[Data entries]
■ ■ ■

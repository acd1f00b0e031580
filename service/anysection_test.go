package service_test

import (
	"fmt"
	"net/http"
	"strings"
	"testing"

	"github.com/stretchr/testify/require"
	"pgregory.net/rapid"

	"soffit.example/service/internal/wire"
)

// anySection draws a section, sound or next to it: of every shape, with
// members left out, of other shapes, and at and beyond their limits.
func anySection(t *rapid.T) string {
	inches := func(name string, least, most float64) string {
		return fmt.Sprintf(`"%s": "%.3g in"`, name, rapid.Float64Range(least, most).Draw(t, name))
	}
	shape := rapid.SampledFrom([]string{"rectangular", "tee", "ell", "inverted-tee", "polygon"}).Draw(t, "shape")
	members := []string{fmt.Sprintf(`"shape": %q`, shape)}
	add := func(m ...string) { members = append(members, m...) }
	switch shape {
	case "rectangular":
		add(inches("width", 1, 60), inches("depth", 1, 60))
	case "polygon":
		corner := func(x, y float64) string { return fmt.Sprintf(`{"x": "%.4g in", "y": "%.4g in"}`, x, y) }
		wide, deep := rapid.Float64Range(4, 50).Draw(t, "wide"), rapid.Float64Range(4, 60).Draw(t, "deep")
		lean := rapid.Float64Range(-20, 20).Draw(t, "lean")
		add(fmt.Sprintf(`"outline": [%s, %s, %s, %s]`, corner(0, 0), corner(wide, 0), corner(wide+lean, deep), corner(-lean, deep)))
		if rapid.Bool().Draw(t, "hollow") {
			wall := rapid.Float64Range(0.5, 12).Draw(t, "wall")
			add(fmt.Sprintf(`"voids": [[%s, %s, %s, %s]]`, corner(wall, wall), corner(wide-wall, wall), corner(wide-wall, deep-wall), corner(wall, deep-wall)))
		}
	default:
		add(inches("web_width", 2, 40), inches("depth", 6, 60), inches("flange_thickness", 1.5, 16), inches("flange_width", 4, 120))
	}
	if shape == "tee" && rapid.Bool().Draw(t, "isolated") {
		add(`"isolated": true`)
	}
	if rapid.IntRange(0, 4).Draw(t, "joist") == 0 {
		add(`"joist": true`)
	}
	return "{" + strings.Join(members, ", ") + "}"
}

// anySteel draws layers, stirrups and bent bars for a section.
func anySteel(t *rapid.T) string {
	var layers []string
	for i := range rapid.IntRange(1, 6).Draw(t, "layers") {
		yield := rapid.SampledFrom([]int{40, 60, 80}).Draw(t, "yield")
		layers = append(layers, fmt.Sprintf(`{"area": "%.3g in2", "depth": "%.3g in", "yield": "%d ksi"}`,
			rapid.Float64Range(0.1, 12).Draw(t, fmt.Sprint("area ", i)), rapid.Float64Range(1, 40).Draw(t, fmt.Sprint("depth ", i)), yield))
	}
	s := `"layers": [` + strings.Join(layers, ", ") + `]`
	if rapid.Bool().Draw(t, "stirrups") {
		s += fmt.Sprintf(`, "stirrups": {"area": "%.3g in2", "spacing": "%.3g in", "yield": "60 ksi", "cover": "%.3g in", "diameter": "0.5 in", "legs": %d, "angle": %d, "form": %q}`,
			rapid.Float64Range(0.1, 2).Draw(t, "legs area"), rapid.Float64Range(2, 30).Draw(t, "spacing"), rapid.Float64Range(0.5, 4).Draw(t, "cover"),
			rapid.IntRange(2, 6).Draw(t, "legs"), rapid.SampledFrom([]int{30, 45, 60, 90}).Draw(t, "angle"), rapid.SampledFrom([]string{"closed", "open"}).Draw(t, "form"))
	}
	if rapid.IntRange(0, 3).Draw(t, "bent") == 0 {
		s += fmt.Sprintf(`, "bent": {"area": "0.88 in2", "yield": "60 ksi", "angle": %d}`, rapid.SampledFrom([]int{20, 30, 45}).Draw(t, "slope"))
	}
	return s
}

// anyStrengths draws a request for the strengths of any section.
func anyStrengths(t *rapid.T) string {
	sense, sign := "positive", ""
	if rapid.Bool().Draw(t, "hogging") {
		sense, sign = "negative", "-"
	}
	return fmt.Sprintf(`{"code": %q, "section": %s, "concrete": {"strength": "%.3g ksi", "kind": "normalweight"}, "bending": %q, %s,
  "demand": {"moment": "%s%.3g kip-ft", "shear": "%.3g kip", "torque": "%.3g kip-ft", "axial": "%.3g kip"}}`,
		rapid.SampledFrom([]string{"ACI 318-19", "ACI 318M-19", "ACI 318-14", "ACI 318M-14"}).Draw(t, "code"), anySection(t),
		rapid.Float64Range(2.5, 12).Draw(t, "strength"), sense, anySteel(t), sign, rapid.Float64Range(0, 900).Draw(t, "moment"),
		rapid.Float64Range(-150, 150).Draw(t, "shear"), rapid.Float64Range(-120, 120).Draw(t, "torque"), rapid.Float64Range(-40, 200).Draw(t, "axial"))
}

// Whatever the section, its steel and what is asked of it, the answer is a
// result or names a fault, and keeps to the document.
func TestAnySectionIsAnswered(t *testing.T) {
	s := newService(t)
	c := newContract(t, s)
	rapid.Check(t, func(t *rapid.T) {
		body := anyStrengths(t)
		in, _ := c.request("POST", "/v1/strengths", body)
		w := send(s, "POST", "/v1/strengths", body)
		require.NoError(t, c.reply(in, w), body)
		switch w.Code {
		case http.StatusOK:
			require.NotEmpty(t, decode[wire.Strengths](t, w).Verdict)
		case http.StatusUnprocessableEntity:
			require.NotEmpty(t, problemOf(t, w).Errors)
		default:
			require.Fail(t, "neither a result nor a fault", "%d %s\n%s", w.Code, w.Body, body)
		}
	})
}

// What is drawn reaches every kind of answer.
func TestAnySectionReachesEveryAnswer(t *testing.T) {
	s := newService(t)
	drawn := rapid.Custom(anyStrengths)
	answered := map[string]int{}
	for seed := range 150 {
		w := send(s, "POST", "/v1/strengths", drawn.Example(seed))
		if w.Code == http.StatusOK {
			answered[decode[wire.Strengths](t, w).Verdict]++
		} else {
			answered["fault"]++
		}
	}
	for _, kind := range []string{"fault", "unsatisfied", "out-of-scope", "satisfied"} {
		require.NotZero(t, answered[kind], "%s: %v", kind, answered)
	}
}
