// Areas up to 1e8 m2 are given. The steel lies at the centroid, so that a pull adds
// to it what it is over the yield stress of 1 Pa, and nothing else.
func TestGreatestAreas(t *testing.T) {
	law := blockOf(t)
	parts := Rectangle(metre(1), metre(1))
	weak := layerOf(0.5, 1, 1<<20, 1)
	moment := units.NewtonMetre.Of(1 << 10)
	var s Solver
	alone, err := s.RequiredTension(parts, law, Bending{}, weak, moment)
	require.NoError(t, err)
	pull := func(area float64) Bending {
		return Bending{Axial: units.Newton.Of(alone.In(units.SquareMetre) - area)}
	}
	for _, area := range []float64{9e7, 1e8} {
		got, err := s.RequiredTension(parts, law, pull(area), weak, moment)
		require.NoError(t, err)
		require.InEpsilon(t, area, got.In(units.SquareMetre), 1e-15)
	}
	var unreachable *UnreachableError
	_, err = s.RequiredTension(parts, law, pull(1.005e8), weak, moment)
	require.ErrorAs(t, err, &unreachable)

	// Compression steel of 1 Pa: the couple over a quarter of a metre.
	upper := layerOf(0.25, 1, 1<<20, 1)
	strong := layerOf(0.5, 1, 1<<37, 1<<28)
	c := 0.5 / 3 // at twice the ultimate strain in the steel
	most := (1 << 19) * c * (0.5 - c/4)
	near := upper
	near.Depth = metre(0.0625)
	for _, area := range []float64{1, 9e7} {
		_, added, err := s.RequiredBoth(parts, law, Bending{Displaced: Ignore}, strong, near, 2.0/256, units.NewtonMetre.Of(most+area*0.4375))
		require.NoError(t, err)
		require.InEpsilon(t, area, added.In(units.SquareMetre), 1e-9)
	}
	_, _, err = s.RequiredBoth(parts, law, Bending{Displaced: Ignore}, strong, near, 2.0/256, units.NewtonMetre.Of(most+1.005e8*0.4375))
	require.ErrorAs(t, err, &unreachable)
	// And of the tension steel.
	near = layerOf(0.0625, 1, 1<<37, 1<<28)
	both, _, err := s.RequiredBoth(parts, law, Bending{Displaced: Ignore}, weak, near, 2.0/256, units.NewtonMetre.Of(most+1e3))
	require.NoError(t, err)
	for _, area := range []float64{9e7, 1e8} {
		got, _, err := s.RequiredBoth(parts, law, Bending{Displaced: Ignore, Axial: units.Newton.Of(both.In(units.SquareMetre) - area)}, weak, near, 2.0/256, units.NewtonMetre.Of(most+1e3))
		require.NoError(t, err)
		require.InEpsilon(t, area, got.In(units.SquareMetre), 1e-9)
	}
	_, _, err = s.RequiredBoth(parts, law, Bending{Displaced: Ignore, Axial: units.Newton.Of(both.In(units.SquareMetre) - 1.005e8)}, weak, near, 2.0/256, units.NewtonMetre.Of(most+1e3))
	require.ErrorAs(t, err, &unreachable)
	// Half a newton more than the concrete balances takes compression steel.
	_, added, err := s.RequiredBoth(parts, law, Bending{Displaced: Ignore, Axial: units.Newton.Of((1<<19)*c + 0.5)}, strong, near, 2.0/256, units.NewtonMetre.Of(1))
	require.NoError(t, err)
	require.InEpsilon(t, 0.5/(1<<28), added.In(units.SquareMetre), 1e-6)
}

// An area of less than a square millimetre, and one that a pull needs before any
// moment, are found as the formula finds them.
func TestRequiredAreaOfLittle(t *testing.T) {
	law := blockOf(t)
	parts := Rectangle(metre(1), metre(1))
	steel := layerOf(0.875, 1, 1<<37, 1<<28)
	var s Solver
	for _, b := range []Bending{{}, {Axial: units.Newton.Of(-1e5)}} {
		moment := units.NewtonMetre.Of(20)
		if b.Axial.Less(units.Force{}) {
			moment = units.NewtonMetre.Of(6e4)
		}
		want, err := s.RequiredTension(parts, law, b, steel, moment)
		require.NoError(t, err)
		got, err := s.RequiredArea(Section{Parts: parts, Layers: []Layer{steel}}, 0, law, b, moment)
		require.NoError(t, err)
		require.InEpsilon(t, want.In(units.SquareMetre), got.In(units.SquareMetre), 1e-9)
		require.Positive(t, got.In(units.SquareMetre))
	}
	bad := steel
	bad.Steel = Steel{}
	_, err := s.RequiredArea(Section{Parts: parts, Layers: []Layer{bad}}, 0, law, Bending{}, units.NewtonMetre.Of(20))
	require.Error(t, err)
	// The concrete's own figures ask nothing of steel.
	_, err = Section{Parts: parts, Layers: []Layer{bad}}.Gross()
	require.NoError(t, err)
}

// The fibres where a force is balanced at the very point of a scan.
func TestFibresBalancedAtAPoint(t *testing.T) {
	m := newFibreModel(Section{Parts: Rectangle(metre(1), metre(1))}, blockOf(t), Bending{})
	require.Equal(t, []float64{2}, m.borders())
	low, high := 1e-16, 2*(1-1e-13)
	for i := range 5 {
		c := low + (high-low)*float64(i)/4
		m.axial = m.sum(c).concrete
		require.Zero(t, m.sum(c).force)
		require.Equal(t, []float64{c}, m.equilibria(), "%d", i)
	}
	// Very near the face.
	m.axial = 1e-9 * (1 << 19)
	got := m.equilibria()
	require.Len(t, got, 1)
	require.InEpsilon(t, 1e-9, got[0], 1e-9)
}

■ ■ ■

## TASK DESCRIPTION
Find the number of lines in the data above that contain "wire". Please give that number alone.

## YOUR SOLUTION
3